The June Bootid meteor shower is one of the quieter entries on the annual sky calendar — most years. On its peak night of June 27, you might see only a handful of slow, leisurely meteors drifting across the constellation Boötes. But the June Bootids have a history of stunning outbursts that have transformed a modest summer shower into a spectacle of more than a hundred meteors an hour. That unpredictability is exactly what makes Friday night worth watching.

The Comet Behind the Show: Where June Bootid Meteors Actually Come From

The shower is produced by debris shed from Comet 7P/Pons-Winnecke, a short-period comet that circles the Sun once every 6.3 years. As the comet travels along its orbit, it leaves behind a trail of dust and small rocky particles. Every year between June 22 and July 2, Earth passes through that trail. The particles collide with our atmosphere and burn up as streaks of light, radiating outward from a point in the constellation Boötes, the Herdsman, high in the northern summer sky.

Telescope image of Comet 7P/Pons-Winnecke captured by the Zwicky Transient Facility on June 8, 2021, showing the comet's bright nucleus and surrounding coma.

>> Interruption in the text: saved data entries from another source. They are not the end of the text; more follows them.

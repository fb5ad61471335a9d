import { error, fail } from '@sveltejs/kit';
import { z } from 'zod';
import { editSocietySchema, societyFormOptions, societyFormValues } from '$lib/schemas/society';
import { sequelize } from '$lib/server/db';
import { requireRole } from '$lib/server/policies';
import { loadSocietyFields, updateSocietySettings } from '$lib/server/people/societies';
import { chooseSociety } from '$lib/server/people/society-choice';
import type { Actions, PageServerLoad } from './$types';
import { refusedForm } from '$lib/server/http/refusals';

export const load: PageServerLoad = async (event) => {
	const user = requireRole(event, ['admin']);
	const society = chooseSociety(user, ['admin'], event.url.searchParams.get('society'));
	const fields = await loadSocietyFields(society.societyId);
	if (!fields) error(404, 'This society does not exist.');
	return { society, fields, options: societyFormOptions() };
};

const text = (v: unknown) => (typeof v === 'string' ? v.slice(0, 200) : '');

export const actions: Actions = {
	save: async (event) => {
		const raw = societyFormValues(await event.request.formData());
		const values = Object.fromEntries(Object.entries(raw).map(([k, v]) => [k, text(v)]));
		const parsed = editSocietySchema.safeParse(raw);
		if (!parsed.success) {
			const errors = z.flattenError(parsed.error).fieldErrors;
			return fail(400, { message: 'Check the highlighted fields.', errors, values });
		}
		requireRole(event, ['admin'], parsed.data.societyId);
		try {
			const saved = await sequelize.transaction((transaction) =>
				updateSocietySettings(parsed.data, { transaction })
			);
			return { saved: `Settings saved for ${saved.name}.`, slug: saved.slug };
		} catch (err) {
			return refusedForm(err, (r) => ({
				errors: r.field ? { [r.field]: [r.message] } : {},
				values
			}));
		}
	}
};
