import { listAuditLog } from '$lib/server/audit';
import { readAuditQuery } from '$lib/schemas/audit';
import { requireShowRole } from '$lib/server/services/show-access';
import type { PageServerLoad } from './$types';

/** The show's audit log for its chair: score changes and every destructive action. */
export const load: PageServerLoad = async (event) => {
	const { show } = await requireShowRole(event, event.params.slug, ['chair']);
	const { query, ignored } = readAuditQuery(event.url.searchParams);
	const log = await listAuditLog({ showId: show.id }, query);
	return { show: { name: show.name, slug: show.slug }, query, ignored, log };
};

This short-period comet, which orbits the Sun once every 6.3 years, is the parent body of the June Bootid meteor shower — the dust and rocky debris it sheds along its orbital path produces the meteors that streak across the sky each year between June 22 and July 2, peaking tonight, June 27.
Comet 7P/Pons-Winnecke imaged by the Zwicky Transient Facility on June 8, 2021 — the source of every meteor you'll see in the June Bootid shower tonight. (ZTF/Caltech Optical Observatories)

The American Meteor Society tracks the June Bootids as an active shower during this window, with the June 27 peak offering the best opportunity to catch meteors in a single night.